Each record should appear again in the response exactly as it does in the original.

--------------------------------

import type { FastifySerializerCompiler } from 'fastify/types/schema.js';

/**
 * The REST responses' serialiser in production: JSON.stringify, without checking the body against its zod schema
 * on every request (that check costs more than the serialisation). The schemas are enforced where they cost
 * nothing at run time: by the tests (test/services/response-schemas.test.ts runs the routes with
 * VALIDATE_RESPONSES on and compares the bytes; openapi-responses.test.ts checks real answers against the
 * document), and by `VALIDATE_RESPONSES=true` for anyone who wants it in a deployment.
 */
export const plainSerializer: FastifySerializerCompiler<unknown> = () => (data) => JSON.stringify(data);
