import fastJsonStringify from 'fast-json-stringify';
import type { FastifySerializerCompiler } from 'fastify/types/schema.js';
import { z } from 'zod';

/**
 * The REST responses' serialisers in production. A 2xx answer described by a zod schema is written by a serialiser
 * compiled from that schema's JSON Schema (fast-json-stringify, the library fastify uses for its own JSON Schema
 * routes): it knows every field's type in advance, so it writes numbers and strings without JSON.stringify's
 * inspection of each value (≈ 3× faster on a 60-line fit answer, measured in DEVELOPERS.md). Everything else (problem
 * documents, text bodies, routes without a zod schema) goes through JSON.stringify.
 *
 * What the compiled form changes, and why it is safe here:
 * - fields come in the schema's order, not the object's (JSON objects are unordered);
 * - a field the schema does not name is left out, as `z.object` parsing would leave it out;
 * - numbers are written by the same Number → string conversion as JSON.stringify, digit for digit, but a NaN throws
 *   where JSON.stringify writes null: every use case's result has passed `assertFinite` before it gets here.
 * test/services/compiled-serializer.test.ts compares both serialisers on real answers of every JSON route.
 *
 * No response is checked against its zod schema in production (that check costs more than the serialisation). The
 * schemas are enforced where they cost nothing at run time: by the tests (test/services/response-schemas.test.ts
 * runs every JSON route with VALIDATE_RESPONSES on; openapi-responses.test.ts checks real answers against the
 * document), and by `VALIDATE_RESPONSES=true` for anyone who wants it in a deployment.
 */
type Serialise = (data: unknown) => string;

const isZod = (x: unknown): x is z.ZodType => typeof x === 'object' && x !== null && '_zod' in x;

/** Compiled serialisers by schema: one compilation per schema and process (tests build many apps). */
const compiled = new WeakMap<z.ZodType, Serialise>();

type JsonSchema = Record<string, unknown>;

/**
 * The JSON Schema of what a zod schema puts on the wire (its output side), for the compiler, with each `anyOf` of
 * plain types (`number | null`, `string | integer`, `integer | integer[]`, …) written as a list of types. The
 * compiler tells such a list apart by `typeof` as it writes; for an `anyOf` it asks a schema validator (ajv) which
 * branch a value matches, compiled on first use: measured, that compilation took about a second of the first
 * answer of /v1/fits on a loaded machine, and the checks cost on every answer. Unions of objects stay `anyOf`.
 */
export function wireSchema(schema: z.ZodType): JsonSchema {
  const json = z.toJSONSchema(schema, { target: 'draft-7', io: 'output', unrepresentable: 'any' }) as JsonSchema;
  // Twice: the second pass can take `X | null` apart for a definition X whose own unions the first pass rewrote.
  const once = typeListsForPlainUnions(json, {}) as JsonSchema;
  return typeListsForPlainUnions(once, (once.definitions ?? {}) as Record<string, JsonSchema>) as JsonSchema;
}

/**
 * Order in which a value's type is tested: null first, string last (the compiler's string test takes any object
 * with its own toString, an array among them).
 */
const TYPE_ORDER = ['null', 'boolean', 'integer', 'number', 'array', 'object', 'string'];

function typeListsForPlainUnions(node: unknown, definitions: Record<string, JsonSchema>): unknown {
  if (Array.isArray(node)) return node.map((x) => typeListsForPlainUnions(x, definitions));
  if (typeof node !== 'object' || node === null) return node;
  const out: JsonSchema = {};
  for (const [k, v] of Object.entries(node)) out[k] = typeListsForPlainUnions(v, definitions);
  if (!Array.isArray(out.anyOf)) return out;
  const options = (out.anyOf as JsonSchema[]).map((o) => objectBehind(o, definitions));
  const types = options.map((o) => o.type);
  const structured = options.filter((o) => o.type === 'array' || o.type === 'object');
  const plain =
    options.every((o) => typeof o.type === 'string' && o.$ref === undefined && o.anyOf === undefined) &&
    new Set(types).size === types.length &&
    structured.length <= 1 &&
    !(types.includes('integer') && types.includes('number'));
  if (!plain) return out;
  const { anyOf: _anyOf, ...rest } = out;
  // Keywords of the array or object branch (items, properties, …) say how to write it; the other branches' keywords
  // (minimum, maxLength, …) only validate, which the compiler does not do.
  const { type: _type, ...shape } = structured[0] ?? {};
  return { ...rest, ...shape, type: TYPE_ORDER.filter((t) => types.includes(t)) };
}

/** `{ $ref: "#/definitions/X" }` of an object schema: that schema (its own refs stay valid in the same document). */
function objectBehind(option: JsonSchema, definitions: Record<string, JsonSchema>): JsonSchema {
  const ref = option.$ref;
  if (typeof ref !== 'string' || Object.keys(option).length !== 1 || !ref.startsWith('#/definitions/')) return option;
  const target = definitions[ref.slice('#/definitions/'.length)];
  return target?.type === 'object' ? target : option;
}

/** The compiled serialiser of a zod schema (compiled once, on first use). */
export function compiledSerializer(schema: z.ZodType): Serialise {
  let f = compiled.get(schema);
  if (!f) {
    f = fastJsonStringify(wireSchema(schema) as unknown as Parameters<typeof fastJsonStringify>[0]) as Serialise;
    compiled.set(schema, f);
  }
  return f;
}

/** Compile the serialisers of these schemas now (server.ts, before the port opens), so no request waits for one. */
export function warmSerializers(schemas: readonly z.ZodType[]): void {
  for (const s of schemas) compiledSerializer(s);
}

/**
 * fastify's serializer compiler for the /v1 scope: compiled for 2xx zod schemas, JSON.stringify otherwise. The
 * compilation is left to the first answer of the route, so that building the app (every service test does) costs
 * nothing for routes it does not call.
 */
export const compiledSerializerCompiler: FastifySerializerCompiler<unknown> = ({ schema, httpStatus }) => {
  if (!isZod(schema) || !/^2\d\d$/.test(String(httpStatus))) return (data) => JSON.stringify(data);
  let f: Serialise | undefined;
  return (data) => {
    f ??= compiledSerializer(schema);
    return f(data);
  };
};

--------------------------------

#### SOLVED EXERCISE:
import type { FastifySerializerCompiler } from 'fastify/types/schema.js';

/**
 * The REST responses' serialiser in production: JSON.stringify, without checking the body against its zod schema
 * on every request (that check costs more than the serialisation). The schemas are enforced where they cost
 * nothing at run time: by the tests (test/services/response-schemas.test.ts runs the routes with
 * VALIDATE_RESPONSES on and compares the bytes; openapi-responses.test.ts checks real answers against the
 * document), and by `VALIDATE_RESPONSES=true` for anyone who wants it in a deployment.
 */
export const plainSerializer: FastifySerializerCompiler<unknown> = () => (data) => JSON.stringify(data);
import fastJsonStringify from 'fast-json-stringify';
import type { FastifySerializerCompiler } from 'fastify/types/schema.js';
import { z } from 'zod';

/**
 * The REST responses' serialisers in production. A 2xx answer described by a zod schema is written by a serialiser
 * compiled from that schema's JSON Schema (fast-json-stringify, the library fastify uses for its own JSON Schema
 * routes): it knows every field's type in advance, so it writes numbers and strings without JSON.stringify's
 * inspection of each value (≈ 3× faster on a 60-line fit answer, measured in DEVELOPERS.md). Everything else (problem
 * documents, text bodies, routes without a zod schema) goes through JSON.stringify.
 *
 * What the compiled form changes, and why it is safe here:
 * - fields come in the schema's order, not the object's (JSON objects are unordered);
 * - a field the schema does not name is left out, as `z.object` parsing would leave it out;
 * - numbers are written by the same Number → string conversion as JSON.stringify, digit for digit, but a NaN throws
 *   where JSON.stringify writes null: every use case's result has passed `assertFinite` before it gets here.
 * test/services/compiled-serializer.test.ts compares both serialisers on real answers of every JSON route.
 *
 * No response is checked against its zod schema in production (that check costs more than the serialisation). The
 * schemas are enforced where they cost nothing at run time: by the tests (test/services/response-schemas.test.ts
 * runs every JSON route with VALIDATE_RESPONSES on; openapi-responses.test.ts checks real answers against the
 * document), and by `VALIDATE_RESPONSES=true` for anyone who wants it in a deployment.
 */
type Serialise = (data: unknown) => string;

const isZod = (x: unknown): x is z.ZodType => typeof x === 'object' && x !== null && '_zod' in x;

/** Compiled serialisers by schema: one compilation per schema and process (tests build many apps). */
const compiled = new WeakMap<z.ZodType, Serialise>();

type JsonSchema = Record<string, unknown>;

/**
 * The JSON Schema of what a zod schema puts on the wire (its output side), for the compiler, with each `anyOf` of
 * plain types (`number | null`, `string | integer`, `integer | integer[]`, …) written as a list of types. The
 * compiler tells such a list apart by `typeof` as it writes; for an `anyOf` it asks a schema validator (ajv) which
 * branch a value matches, compiled on first use: measured, that compilation took about a second of the first
 * answer of /v1/fits on a loaded machine, and the checks cost on every answer. Unions of objects stay `anyOf`.
 */
export function wireSchema(schema: z.ZodType): JsonSchema {
  const json = z.toJSONSchema(schema, { target: 'draft-7', io: 'output', unrepresentable: 'any' }) as JsonSchema;
  // Twice: the second pass can take `X | null` apart for a definition X whose own unions the first pass rewrote.
  const once = typeListsForPlainUnions(json, {}) as JsonSchema;
  return typeListsForPlainUnions(once, (once.definitions ?? {}) as Record<string, JsonSchema>) as JsonSchema;
}

/**
 * Order in which a value's type is tested: null first, string last (the compiler's string test takes any object
 * with its own toString, an array among them).
 */
const TYPE_ORDER = ['null', 'boolean', 'integer', 'number', 'array', 'object', 'string'];

function typeListsForPlainUnions(node: unknown, definitions: Record<string, JsonSchema>): unknown {
  if (Array.isArray(node)) return node.map((x) => typeListsForPlainUnions(x, definitions));
  if (typeof node !== 'object' || node === null) return node;
  const out: JsonSchema = {};
  for (const [k, v] of Object.entries(node)) out[k] = typeListsForPlainUnions(v, definitions);
  if (!Array.isArray(out.anyOf)) return out;
  const options = (out.anyOf as JsonSchema[]).map((o) => objectBehind(o, definitions));
  const types = options.map((o) => o.type);
  const structured = options.filter((o) => o.type === 'array' || o.type === 'object');
  const plain =
    options.every((o) => typeof o.type === 'string' && o.$ref === undefined && o.anyOf === undefined) &&
    new Set(types).size === types.length &&
    structured.length <= 1 &&
    !(types.includes('integer') && types.includes('number'));
  if (!plain) return out;
  const { anyOf: _anyOf, ...rest } = out;
  // Keywords of the array or object branch (items, properties, …) say how to write it; the other branches' keywords
  // (minimum, maxLength, …) only validate, which the compiler does not do.
  const { type: _type, ...shape } = structured[0] ?? {};
  return { ...rest, ...shape, type: TYPE_ORDER.filter((t) => types.includes(t)) };
}

/** `{ $ref: "#/definitions/X" }` of an object schema: that schema (its own refs stay valid in the same document). */
function objectBehind(option: JsonSchema, definitions: Record<string, JsonSchema>): JsonSchema {
  const ref = option.$ref;
  if (typeof ref !== 'string' || Object.keys(option).length !== 1 || !ref.startsWith('#/definitions/')) return option;
  const target = definitions[ref.slice('#/definitions/'.length)];
  return target?.type === 'object' ? target : option;
}

/** The compiled serialiser of a zod schema (compiled once, on first use). */
export function compiledSerializer(schema: z.ZodType): Serialise {
  let f = compiled.get(schema);
  if (!f) {
    f = fastJsonStringify(wireSchema(schema) as unknown as Parameters<typeof fastJsonStringify>[0]) as Serialise;
    compiled.set(schema, f);
  }
  return f;
}

/** Compile the serialisers of these schemas now (server.ts, before the port opens), so no request waits for one. */
export function warmSerializers(schemas: readonly z.ZodType[]): void {
  for (const s of schemas) compiledSerializer(s);
}

/**
 * fastify's serializer compiler for the /v1 scope: compiled for 2xx zod schemas, JSON.stringify otherwise. The
 * compilation is left to the first answer of the route, so that building the app (every service test does) costs
 * nothing for routes it does not call.
 */
export const compiledSerializerCompiler: FastifySerializerCompiler<unknown> = ({ schema, httpStatus }) => {
  if (!isZod(schema) || !/^2\d\d$/.test(String(httpStatus))) return (data) => JSON.stringify(data);
  let f: Serialise | undefined;
  return (data) => {
    f ??= compiledSerializer(schema);
    return f(data);
  };
};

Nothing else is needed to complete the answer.